En 2016, l’honorable Bill Morneau, alors ministre des Finances du Canada, avait défrayé la chronique en affirmant que les Canadiens devraient s’habituer à la précarité du travail et à ce qu’il qualifiait d’emplois « mobiles ». Ses commentaires ont suscité de vifs débats publics quant à la situation de précarité de travail au Canada et à la possibilité que cette dernière devienne une réalité de plus en plus inévitable.
Les recherches sur le sujet font souvent état de la difficulté à bien définir le concept de « précarité ». Par conséquent, les estimations du nombre de Canadiens occupant un emploi précaire varient en fonction de l’étendue de la définition. Toutefois, il est généralement admis que les conditions de travail précaires se caractérisent par des facteurs tels que des salaires bas, peu ou pas d’avantages sociaux, et des emplois contractuels, saisonniers ou à temps partiel, alors que l’employé souhaiterait travailler à temps plein.
Dans un rapport de 2018 des Comptables professionnels agréés du Canada, intitulé Le travail précaire au Canada : qui sont les personnes réellement à risque?, on fait valoir que si la part globale du travail à temps partiel est demeurée à peu près stable depuis les années 1990, il y a eu des augmentations notables dans quelques secteurs clés : information, culture et loisirs; hébergement et services de restauration; et éducation. Malheureusement, les universités publiques du Nouveau-Brunswick n’ont pas été épargnées.
Il s’agit là du comble de l’ironie. Comment se fait-il que les établissements qui se consacrent à l’amélioration des perspectives d’avenir de nos jeunes offrent de moins en moins de perspectives équitables à leurs propres employés, les pédagogues de notre pays?

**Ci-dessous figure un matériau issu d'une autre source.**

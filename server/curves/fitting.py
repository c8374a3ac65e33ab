"""From a curve and its circumstances to a model fit with its lag and its uncertainty."""

from dataclasses import dataclass, replace

import numpy as np

from server.chemistry.electrode import nernst_slope_mV
from server.curves.circumstances import Circumstances
from server.curves.jumps import CleanCurve
from server.curves.model.charge_balance import ChargeBalance, Flask
from server.curves.model.fit import FitProblem, ModelFit, PIVOT_pH, fit_model
from server.curves.model.lag_look import LagLook, look_for_lag
from server.curves.model.scatter import Given
from server.curves.model.systems import AcidBaseSystem
from server.curves.model.uncertainty import EndPointUncertainty, end_point_uncertainty
from server.curves.outcome import CannotTell, EndPoint, NoEndPoint, Outcome
from server.curves.points import Floats, TitrationCurve

_USUAL_STEPS_PER_SCATTER = 10
_FIRST_STEP_ABOVE_pH = 6.3
"""Between the two jumps of carbonate with acid (8.3 and about 4): pK1 of carbonic acid."""


@dataclass(frozen=True, slots=True, eq=False)
class Fitted:
    """A fit to go by, with its uncertainty and what was found of a lag."""

    fit: ModelFit
    uncertainty: EndPointUncertainty
    lag: LagLook

    @property
    def down_weighted(self) -> tuple[int, ...]:
        """The indices of the points that were given less than their full weight."""
        return tuple(int(at) for at in np.flatnonzero(self.fit.trust < 0.99))

    @property
    def used(self) -> tuple[int, ...]:
        """The indices of the points that count."""
        return tuple(int(at) for at in np.flatnonzero(self.fit.trust > 0.5))

    def end_point(self) -> EndPoint:
        """Return the effective equivalence volume as a method's answer."""
        system, uncertainty, lag = self.fit.balance.system, self.uncertainty, self.lag
        says = (
            f"All {len(self.used)} points against the charge balance of {system.says}; u is "
            f"{1000 * uncertainty.fit_mL:.1f} µL from the scatter and "
            f"{1000 * uncertainty.model_mL:.1f} µL from the model."
        )
        if system.takes_up_carbonate:
            says += " Effective volume: carbonate of the titrant counted to hydrogencarbonate."
        if lag.lag_s is not None:
            says += f" A lag of {lag.lag_s:.2f} s was taken out."
        return EndPoint("model fit", self.fit.effective_mL, uncertainty.u_mL, self.used, says)

    def inner_end_point(self, share: float) -> EndPoint:
        """Return an earlier equivalence point that lies at a fixed share of the last."""
        says = f"By the model at {share:g} of the last equivalence point."
        u = share * self.uncertainty.u_mL
        return EndPoint("model fit", share * self.fit.effective_mL, u, self.used, says)


def in_pH(curve: TitrationCurve, known: Circumstances) -> Floats:
    """Return readings as pH; mV by the ideal slope about pH 7, the probe's own left to the fit."""
    if curve.kind == "pH":
        return curve.y
    return np.asarray(PIVOT_pH - curve.y / nernst_slope_mV(known.temperature_C))


def fitted(
    curve: TitrationCurve, clean: CleanCurve, known: Circumstances, *, near_mL: float
) -> Fitted:
    """Return the model fit of a curve that jumps near a volume.

    Raises:
        CannotTell: something that the model needs is not known, or the curve goes the other way.
        FitProblem: the fit does not settle.
    """
    system, flask = _needed(known)
    pH = in_pH(curve, known)
    if (pH[-1] > pH[0]) != (system.direction == "rising"):
        goes = "rises" if pH[-1] > pH[0] else "falls"
        says = f"The curve {goes}; that of {system.says} does not. Is it the right system?"
        raise CannotTell(says)
    with np.errstate(all="ignore"):
        # what overflows in a fit that goes astray shows in its end, which is looked at
        found = _fitted(curve, clean, known, near_mL=near_mL, balance=ChargeBalance(system, flask))
    if not np.isfinite(found.uncertainty.u_mL) or found.uncertainty.u_mL <= 0:
        raise FitProblem("The points do not determine the model's parameters.")
    return found


def _fitted(
    curve: TitrationCurve,
    clean: CleanCurve,
    known: Circumstances,
    *,
    near_mL: float,
    balance: ChargeBalance,
) -> Fitted:
    pH = in_pH(curve, known)
    given = _given(curve, clean, known)
    try:
        fit = fit_model(balance, curve.V, pH, start_mL=near_mL, given=given)
        lag = look_for_lag(
            fit, curve.V, pH, seconds=curve.seconds, thrown_off=clean.bubbles, given=given
        )
        others = (("lag of the probe", lag.part_mL),) if lag.part_mL else ()
        return Fitted(lag.fit, end_point_uncertainty(lag.fit, others=others), lag)
    except np.linalg.LinAlgError as problem:
        raise FitProblem("The points do not determine the model's parameters.") from problem


def _needed(known: Circumstances) -> tuple[AcidBaseSystem, Flask]:
    if known.system is None:
        raise CannotTell("No acid-base system was named for this curve, so there is no model.")
    missing = []
    if known.flask_volume_mL is None:
        missing.append("the volume in the flask")
    if known.amount_mmol is None:
        missing.append("the amount of standard")
    if known.flask_volume_mL is None or known.amount_mmol is None:
        raise CannotTell(f"The model fit needs {' and '.join(missing)}.")
    flask = Flask(known.flask_volume_mL, known.amount_mmol, known.temperature_C)
    return known.system, flask


def slowed(outcome: Outcome, lag: LagLook) -> Outcome:
    """Return what another method answers, its u widened by what a lag that was found can do to it.

    Slopes and lines are read off the points as they are, so that the whole lag is in them.
    """
    if isinstance(outcome, NoEndPoint) or not lag.shift_mL:
        return outcome
    u = float(np.hypot(outcome.u_mL, lag.shift_mL))
    says = f"{outcome.says} u allows {abs(lag.shift_mL):.3f} mL for the lag of the probe."
    return replace(outcome, u_mL=u, says=says)


def _given(curve: TitrationCurve, clean: CleanCurve, known: Circumstances) -> Given:
    """Return priors and scatter, the guesses where nothing is known taken from the points."""
    trust = None
    if clean.bubbles:
        trust = np.ones(curve.size)
        trust[list(clean.bubbles)] = 0.0
    per_pH = 1.0 if curve.kind == "pH" else float(nernst_slope_mV(known.temperature_C))
    later_step = float(np.median(np.diff(clean.V[clean.V.size // 2 :])))
    return replace(
        known.given(),
        reading_guess=min(max(clean.scatter / per_pH, 0.003), 0.03),
        volume_guess=min(0.002, later_step / _USUAL_STEPS_PER_SCATTER),
        trust=trust,
    )


def only_first_step(curve: TitrationCurve, known: Circumstances, at: int) -> bool:
    """Tell whether a jump behind a point is an earlier step of a system that has one."""
    system = known.system
    if system is None or system.inner_step is None:
        return False
    return bool(in_pH(curve, known)[at] > _FIRST_STEP_ABOVE_pH)
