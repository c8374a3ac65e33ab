"""Parts that several pages show in the same way."""
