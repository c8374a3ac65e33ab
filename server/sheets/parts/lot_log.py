"""The log of a standard lot as it is read, what was struck through among it."""

from collections.abc import Mapping, Sequence

from server.lab.actor import Actor
from server.lab.lot_log import COUNT, DRYING, OPENED, RETEST, USE, done_words, drying_of
from server.lab.lot_uses import Use
from server.lab.roles import Act
from server.lab.sheet_facts import LogFact, StandardLotFact
from server.records.queries.list_uses import SheetOnLot
from server.sheets.parts.sheet_lines import sheet_url, state_of_sheet
from server.sheets.parts.telling import moment_words, typed_day_words
from server.sheets.standard_lots import LineView, UseView


def line_words(line: LogFact, zone: str) -> tuple[str, str]:
    """Return the day of a line of a lot's log, and what it says."""
    document = line.document
    if line.what == OPENED:
        return typed_day_words(document["day"]), "opened"
    if line.what == RETEST:
        says = f"re-tested: {document['says']}; next on {typed_day_words(document['next_on'])}"
        return typed_day_words(document["done_on"]), says
    if line.what == DRYING:
        done = drying_of(line)
        more = f"; {document['says']}" if document.get("says") else ""
        return moment_words(done.ended_at, zone), f"{done_words(done)}{more}"
    return moment_words(line.at, zone), str(document.get("says") or "")


class LotLog:
    """The lines of one lot's log for one reader, the newest first."""

    def __init__(self, lot: StandardLotFact, reader: Actor) -> None:
        self._lines = {one.id: one for one in lot.log}
        self.zone = reader.zone
        self._may = {
            what: reader.may(Act.KEEP if what == RETEST else Act.LOG)
            for what in (OPENED, RETEST, DRYING, USE, COUNT)
        }

    def lines(self, *whats: str) -> tuple[LineView, ...]:
        """Return the lines of some kinds, struck ones among them."""
        found = [one for one in reversed(self._lines.values()) if one.what in whats]
        return tuple(self._view(one) for one in found)

    def struck(self, *whats: str) -> list[LogFact]:
        """Return the lines of some kinds that were struck through."""
        return [one for one in self._lines.values() if one.what in whats and one.struck]

    def struck_words(self, line_id: str | None) -> str:
        """Return who struck a line through, when and why; empty where it stands."""
        line = self._lines.get(line_id or "")
        if line is None or line.struck is None:
            return ""
        at = moment_words(line.struck.at, self.zone)
        return f"struck through by {line.struck.by.printed_name}, {at}: {line.struck.reason}"

    def may_strike(self, line_id: str | None) -> bool:
        """Say whether the reader may strike a line through."""
        line = self._lines.get(line_id or "")
        return line is not None and line.struck is None and self._may[line.what]

    def _view(self, line: LogFact) -> LineView:
        day, says = line_words(line, self.zone)
        return LineView(
            id=line.id,
            what=line.what,
            day=day,
            says=says,
            by=f"{line.by.printed_name}, {moment_words(line.at, self.zone)}",
            struck=self.struck_words(line.id),
            may_strike=self.may_strike(line.id),
        )


def use_views(uses: Sequence[Use], log: LotLog, sheets: Mapping[str, SheetOnLot]) -> list[UseView]:
    """Return the uses in the order of time; a struck one stays where it was written."""
    views = [(one.taken.at, _use(one, log, sheets)) for one in uses]
    views += [(line.at, _struck_use(line, log)) for line in log.struck(USE, COUNT)]
    return [view for _, view in sorted(views, key=lambda one: one[0])]


def _use(one: Use, log: LotLog, sheets: Mapping[str, SheetOnLot]) -> UseView:
    taken, used = one.taken, sheets.get(one.taken.sheet_id or "")
    return UseView(
        day=moment_words(taken.at, log.zone),
        what=taken.what or ("counted" if taken.counted else ""),
        name=used.sheet.number if used else "counted" if taken.counted else "by hand",
        url=sheet_url(used.sheet, state_of_sheet(used.sheet)) if used else None,
        taken="" if taken.counted else f"{taken.mass_g} g",
        left="" if one.left_g is None else f"{one.left_g} g",
        below=one.left_g is not None and one.left_g < 0,
        by=taken.by,
        counted=taken.counted,
        line_id=taken.line_id,
        struck="",
        may_strike=log.may_strike(taken.line_id),
    )


def _struck_use(line: LogFact, log: LotLog) -> UseView:
    counted = line.what == COUNT
    return UseView(
        day=moment_words(line.at, log.zone),
        what=str(line.document.get("says") or ""),
        name="counted" if counted else "by hand",
        url=None,
        taken=f"{line.document['mass_g']} g",
        left="",
        below=False,
        by=line.by.printed_name,
        counted=counted,
        line_id=line.id,
        struck=log.struck_words(line.id),
        may_strike=False,
    )
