"""The record of an instrument, field by field (ISO/IEC 17025, 6.4.13)."""

from collections.abc import Mapping, Sequence
from typing import Any

from server.lab.identity import is_not_applicable
from server.lab.sheet_facts import BALANCE, BURETTE, FLASK, PIPETTE, THERMOMETER
from server.records.queries.list_stores import KeptCalibration
from server.sheets.instruments import IdentityField
from server.sheets.parts.telling import last_day_words, listed, typed_day_words
from server.sheets.stores import Fact

STATED, NOT_APPLICABLE, MISSING = "stated", "not applicable", "missing"
_UNITS = {BALANCE: "g", BURETTE: "mL", PIPETTE: "mL", FLASK: "mL", THERMOMETER: "°C"}
_SCALE = {
    "resolution": "Resolution",
    "capacity": "Capacity",
    "decimals": "Decimals of a reading",
    "minimum_g": "Smallest mass, as registered",
}


def identity_fields(
    name: str,
    kind: str,
    document: Mapping[str, Any],
    kept: Sequence[KeptCalibration],
    zone: str,
) -> tuple[IdentityField, ...]:
    """Return the fields of the record: each stated, not applicable with its reason, or missing.

    What the calibrations tell stands there by itself; ``kept`` are they, the newest first.
    """
    told = [(label, str(document.get(key) or "")) for key, label in _DESCRIBED[:6]]
    done = listed([typed_day_words(one.row.done_on) for one in kept[:3]]) if kept else ""
    newest = kept[0].row if kept else None
    due = f"{last_day_words(newest.due_at, zone)} ({newest.due_basis})" if newest else ""
    told += [
        ("Calibrated on", done),
        ("Result", _result(newest)),
        ("Adjustments", str(document.get("adjustments") or "")),
        ("Acceptance criteria", str(document.get("acceptance") or "") or _criteria(newest)),
        ("Next due", due),
        ("Reference materials", str(document.get("references") or "") or _references(newest)),
    ]
    named = IdentityField("What it is", f"{name} ({kind})", STATED)
    return (named, *(_field(label, value) for label, value in told))


_DESCRIBED = (
    ("software", "Software or firmware"),
    ("maker", "Maker"),
    ("type", "Type"),
    ("serial", "Serial number"),
    ("verification", "Found fit before use"),
    ("location", "Where it stands"),
)


def scale_facts(kind: str, document: Mapping[str, Any]) -> list[Fact]:
    """Return what is fixed of an instrument's scale."""
    unit = _UNITS.get(kind, "")
    units = {"resolution": unit, "capacity": unit, "minimum_g": "g"}
    return [
        Fact(label, f"{document[key]} {units.get(key, '')}".strip())
        for key, label in _SCALE.items()
        if document.get(key)
    ]


def _field(label: str, value: str) -> IdentityField:
    if not value:
        return IdentityField(label, "not stated yet", MISSING)
    return IdentityField(label, value, NOT_APPLICABLE if is_not_applicable(value) else STATED)


def _result(newest: Any) -> str:
    if newest is None:
        return ""
    number = f"{newest.certificate_number}, version {newest.version}, {newest.issuer}"
    verdict = (newest.run or {}).get("verdict")
    return f"{verdict}: {number}" if verdict else number


def _criteria(newest: Any) -> str:
    """Return the specification that the serving run was judged by, with its decision rule."""
    checks = ((newest.run if newest else None) or {}).get("checks", ())
    named = (f"{one['basis']}, by {one['rule']}" for one in checks if one["rule"])
    return next(named, "")


def _references(newest: Any) -> str:
    """Return the calibrations that the serving run rests on."""
    used = ((newest.run if newest else None) or {}).get("used", ())
    return "; ".join(
        f"{one['name']}, {one['certificate_number']}, version {one['version']}" for one in used
    )
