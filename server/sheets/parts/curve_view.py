"""One curve of a sheet as pages show it."""

from collections.abc import Iterator

from server.curves.analysis import Analysis
from server.curves.outcome import EndPoint, Outcome
from server.drawing.titration.told import method_mark
from server.evaluation.sheet_curves import SheetCurve
from server.lab.sheet_facts import InstrumentFact
from server.sheets.curves import CurveFindingView, CurveMethod, CurveView
from server.sheets.parts.curve_drawn import NOTHING_DRAWN, drawn_of, pictures_of, steps_of
from server.sheets.parts.curve_probe import probe_beside
from server.sheets.parts.curve_words import apart_words, believe, picture_says, the, volume_words
from server.sheets.parts.telling import moment_words

_LEANS = (
    " It leans on the reaction that was named: residuals and pK tell whether that is what was in "
    "the flask."
)
_SAME_ML = 1e-6
_GRAVITY = {"fails": 0, "look": 1, "holds": 2}


def curve_url(sheet_id: str, replicate: int) -> str:
    """Return the address of a curve's page."""
    return f"/sheets/{sheet_id}/curves/{replicate}"


def curve_view(
    told: SheetCurve,
    *,
    sheet_id: str,
    zone: str,
    probe: InstrumentFact | None,
    signed_mL: float | None = None,
) -> CurveView:
    """Return a curve with every method, its findings and its pictures.

    ``signed_mL`` is the volume that an evaluation keeps; where the program finds another today, the
    view says so.
    """
    entry, analysis = told.entry, told.analysis
    taken = told.taken or (analysis.proposed if analysis else None)
    outcomes = analysis.outcomes if analysis else ()
    found = next((one for one in outcomes if one.method == taken), None)
    volume, u = volume_words(found) if isinstance(found, EndPoint) else ("", "")
    says = picture_says(analysis, taken or "", steps_of(analysis)) if analysis else ""
    return CurveView(
        replicate=told.replicate,
        label=told.label,
        url=curve_url(sheet_id, told.replicate),
        chart_url=f"/api{curve_url(sheet_id, told.replicate)}/chart",
        points=len(told.curve.volume_mL),
        kind=told.curve.kind,
        words=entry.text,
        written=f"{moment_words(entry.received_at, zone)} by {entry.printed_name}",
        file_url=f"/files/{entry.file_id}" if entry.file_id else None,
        set_aside=tuple(f"row {one.row}: {one.says}" for one in told.curve.set_aside),
        problem=told.problem or _not_as_signed(found, signed_mL),
        taken=taken,
        volume=volume,
        u=u,
        choice=_choice(told, taken, zone) + (apart_words(analysis, taken) if analysis else ""),
        believe=believe(analysis) if analysis else "",
        says=says,
        methods=tuple(_methods(analysis, taken)) if analysis else (),
        other_step=tuple(_method(one) for one in analysis.other_step) if analysis else (),
        findings=findings_of(analysis) if analysis else (),
        probe=probe_beside(analysis, probe) if analysis else None,
        pictures=(
            pictures_of(analysis, drawn_of(analysis, taken or ""), says=says)
            if analysis
            else NOTHING_DRAWN
        ),
    )


def _not_as_signed(found: Outcome | None, signed_mL: float | None) -> str | None:
    if signed_mL is None or not isinstance(found, EndPoint):
        return None
    if abs(found.volume_mL - signed_mL) <= _SAME_ML:
        return None
    return (
        f"The sheet was signed with {signed_mL:.6g} mL; this release of the program finds "
        f"{found.volume_mL:.6g} mL. What was signed stays as it was."
    )


def findings_of(analysis: Analysis) -> tuple[CurveFindingView, ...]:
    """Return what was looked at in a curve, the gravest first."""
    ordered = sorted(analysis.findings, key=lambda one: _GRAVITY[one.verdict])
    return tuple(CurveFindingView(one.name, one.verdict, one.says, one.basis) for one in ordered)


def _choice(told: SheetCurve, taken: str | None, zone: str) -> str:
    """Return who chose the method that counts, and why."""
    changed = told.changed
    if changed is not None:
        who = f"{changed.printed_name}, {moment_words(changed.received_at, zone)}"
        says = f"Taken by {the(taken or '')} by an entry of {who}: {changed.reason}."
        return says + (
            f" The recipe names {the(told.recipe_method)}." if told.recipe_method else ""
        )
    if told.recipe_method is not None:
        return f"Taken by {the(told.recipe_method)}, as the recipe says."
    return f"Nobody named a method: the program proposes {the(taken)}." if taken else ""


def _methods(analysis: Analysis, taken: str | None) -> Iterator[CurveMethod]:
    for one in analysis.outcomes:
        yield _method(one, taken=taken, proposed=analysis.proposed)


def _method(one: Outcome, *, taken: str | None = None, proposed: str | None = None) -> CurveMethod:
    if not isinstance(one, EndPoint):
        return CurveMethod(one.method, method_mark(one.method), None, None, 0, one.why,
                           taken=one.method == taken, proposed=False)  # fmt: skip
    volume, u = volume_words(one)
    return CurveMethod(
        method=one.method,
        shape=method_mark(one.method, taken=one.method == taken),
        volume=volume,
        u=u,
        points_used=len(one.used),
        says=one.says + (_LEANS if one.method == "model fit" else ""),
        taken=one.method == taken,
        proposed=one.method == proposed,
    )
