"""The rows of a bench sheet with what was written in them, nothing hidden."""

from collections.abc import Iterator, Mapping, Sequence
from dataclasses import asdict, replace

from server.lab.curve_entry import SLOT as CURVE
from server.lab.ink import Place, WrittenEntry, excluded, standing, strikes
from server.lab.log_lines import standing_lines
from server.lab.lot_log import DRYING, drying_of, is_drying_step, logged_words
from server.lab.rig import rig_of
from server.lab.sheet_facts import SheetFacts
from server.lab.slots import (
    MOST_REPLICATES,
    Row,
    replicate_rows,
    replicates_shown,
    row_at,
    segments_begun,
    sheet_rows,
)
from server.sheets.bench import BenchGroup, BenchRow, EntryView, NextRow, StruckEntry
from server.sheets.parts.returned import remarks_on_rows
from server.sheets.parts.telling import clock_words
from server.sheets.parts.written_when import clock_says

_AS_LOGGED = "The log of the standard lot holds its last drying: take it over where it is this one."


def groups_of(
    facts: SheetFacts, clocks_off: Mapping[str, int] | None = None
) -> tuple[BenchGroup, ...]:
    """Return all rows, the sheet's first, then replicate by replicate, with every strike.

    ``clocks_off``: by how many seconds the clock was ahead by which an entry was written.
    """
    written = _Written(facts, clocks_off or {})
    left_out = excluded(facts.entries)
    rows = _rows(facts)
    return tuple(
        BenchGroup(
            replicate=replicate,
            title=f"Replicate {replicate}" if replicate else "The whole sheet",
            excluded=_criterion(left_out.get(replicate)),
            rows=tuple(written.in_row(row) for row in rows if row.replicate == replicate),
        )
        for replicate in dict.fromkeys(row.replicate for row in rows)
    )


def next_row(groups: Sequence[BenchGroup]) -> NextRow | None:
    """Return the first required row that nothing is written in, left-out replicates aside."""
    for group in groups:
        for row in group.rows:
            if row.required and row.value is None and group.excluded is None:
                return NextRow(row.replicate, row.slot, row.segment)
    return None


class _Written:
    """What was written in each row of one sheet."""

    def __init__(self, facts: SheetFacts, clocks_off: Mapping[str, int]) -> None:
        self._zone = facts.laboratory.zone
        self._clocks_off = clocks_off
        self._remarks = remarks_on_rows(facts)
        self._standing = standing(facts.entries)
        self._dried = _last_dried(facts)
        self._struck: dict[Place, list[StruckEntry]] = {}
        for one in strikes(facts.entries):
            shown = StruckEntry(
                entry=self._view(one.struck),
                struck_by=one.by.initials,
                struck_clock=clock_words(one.by.received_at, self._zone),
                struck_at=one.by.received_at.isoformat(),
                reason=one.by.reason or "",
            )
            self._struck.setdefault(one.struck.place, []).append(shown)

    def in_row(self, row: Row) -> BenchRow:
        """Return a row with its standing value and all that was struck through in it."""
        value = self._standing.get(row.place)
        if value is None and self._dried and is_drying_step(row.slot):
            row = replace(row, choices=(self._dried,), hint=_AS_LOGGED)
        return BenchRow(
            **asdict(row),
            value=self._view(value) if value else None,
            struck=tuple(self._struck.get(row.place, ())),
            remarks=tuple(self._remarks.get(row.place, ())),
        )

    def _view(self, entry: WrittenEntry) -> EntryView:
        return EntryView(
            id=entry.id,
            text=entry.text,
            unit=entry.unit,
            raw=None if entry.slot == CURVE else entry.raw,
            initials=entry.initials,
            person=entry.printed_name,
            at=entry.received_at.isoformat(),
            clock=clock_words(entry.received_at, self._zone),
            late=entry.late,
            reason=entry.reason,
            file_url=f"/files/{entry.file_id}" if entry.file_id else None,
            clock_says=clock_says(entry, self._clocks_off.get(entry.id)),
        )


def _last_dried(facts: SheetFacts) -> str:
    """Return what the lot's log says of its last drying, empty where it says nothing."""
    lot = facts.standard_lot
    lines = standing_lines(lot.log, DRYING, as_of=facts.log_as_of) if lot else ()
    last = max(lines, key=lambda one: drying_of(one).ended_at, default=None)
    return logged_words(last, facts.laboratory.zone) if last else ""


def _rows(facts: SheetFacts) -> list[Row]:
    """Return the recipe's rows, and every other row in which something was ever written."""
    recipe, rig, entries = facts.recipe.document, rig_of(facts.instruments), facts.entries
    now = standing(entries)
    rows = list(sheet_rows(recipe, rig))
    ever = max((entry.replicate for entry in entries), default=0)
    shown = max(replicates_shown(recipe, entries), ever)
    for replicate in range(1, min(shown, MOST_REPLICATES) + 1):
        begun = segments_begun(now, replicate)
        segments = max(begun, _segments_ever(entries, replicate))
        found = replicate_rows(recipe, rig, replicate, segments=segments)
        rows += [replace(row, required=row.required and row.segment <= begun) for row in found]
    known = {row.place for row in rows}
    return [*rows, *_other_rows(facts, known)]


def _segments_ever(entries: Sequence[WrittenEntry], replicate: int) -> int:
    found = [
        entry.segment
        for entry in entries
        if entry.replicate == replicate and entry.slot in {"burette_start", "burette_end"}
    ]
    return max(found, default=1)


def _other_rows(facts: SheetFacts, known: set[Place]) -> Iterator[Row]:
    """Yield the rows of entries beside the recipe's own: remarks on a replicate."""
    recipe, rig = facts.recipe.document, rig_of(facts.instruments)
    places = [entry.place for entry in facts.entries] + list(remarks_on_rows(facts))
    for place in dict.fromkeys(places):
        if place not in known:
            yield replace(row_at(recipe, rig, place), required=False)


def _criterion(entry: WrittenEntry | None) -> str | None:
    return f"{entry.text}: {entry.reason}" if entry else None


def labels_missing(group: BenchGroup) -> tuple[str, ...]:
    """Return the labels of required rows of a group that are not written yet."""
    return tuple(row.label for row in group.rows if row.required and row.value is None)


def group_by_label(groups: Sequence[BenchGroup]) -> Mapping[str, BenchGroup]:
    """Return the replicates' groups by the label that they carry in a bench record."""
    return {str(group.replicate): group for group in groups if group.replicate}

Malheureusement, nos universités publiques ne sont pas à l’abri de cette tendance aux conditions de travail précaires. En raison du sous-financement chronique de nos universités publiques qui subsiste depuis les années 1980, de plus en plus de professeurs et de bibliothécaires sont piégés dans des emplois contractuels à court terme ou à temps partiel pendant toute leur carrière, et cette tendance touche un nombre disproportionné de femmes et de groupes ethniques minoritaires. Ces professeurs et bibliothécaires sont privés de sécurité d’emploi, et la plupart doivent soumettre une nouvelle demande d’emploi tous les semestres pour reprendre leur poste. On les prive aussi de l’occasion de participer pleinement à la recherche et au service à l’institution qui, avec l’enseignement, forment les piliers du travail universitaire. La plupart d’entre eux ne touchent pas un salaire suffisant, et tous gagnent moins que leurs collègues à temps plein malgré le fait qu’ils s’acquittent des mêmes tâches.
La situation est lourde de conséquences, non seulement pour notre personnel universitaire contractuel, mais aussi pour les personnes étudiantes, le personnel universitaire à temps plein et l’intégrité de nos universités. Le personnel universitaire contractuel et à temps partiel est souvent aux prises avec de piètres conditions de travail, comme l’absence d’un espace de bureau pour rencontrer les personnes étudiantes. De plus, il arrive que ces employés reçoivent leurs contrats d’enseignement à peine quelques jours avant le début du semestre, ce qui ne leur laisse que peu de temps pour se préparer. La plupart d’entre eux ont beaucoup de difficulté à poursuivre leurs recherches tout en donnant un nombre élevé de cours, surtout quand ils doivent créer et donner de nouveaux cours tous les ans parce que ceux des années précédentes ont été annulés, parfois même à la dernière minute. Ils ne touchent aucune rémunération pour leurs tâches de service, comme les conseils prodigués aux personnes étudiantes ou le temps consacré au travail en comité ce qui fait en sorte qu’une grande partie de ce travail finit par retomber sur les épaules des membres du corps professoral à temps plein. Bref, la précarité du travail dans les universités publiques minent la qualité globale de nos établissements dans la poursuite de leur double mission d’enseignement et de recherche.
La Fédération des associations de professeures et professeurs d’université du Nouveau-Brunswick revendique le droit des membres du personnel universitaire contractuel à des possibilités équitables, à la sécurité et au respect dans le milieu de travail. Les établissements d’enseignement doivent montrer la voie à suivre et donner l’exemple en matière de conditions de travail justes. Il en va de la santé de nos employés, de la vigueur de nos collectivités et de la qualité des possibilités qui seront offertes aux générations futures.
Joignez-vous à la FAPPUNB lors de cette élection provinciale et demandez des universités publiques fortes – un investissement dans l’avenir du Nouveau-Brunswick.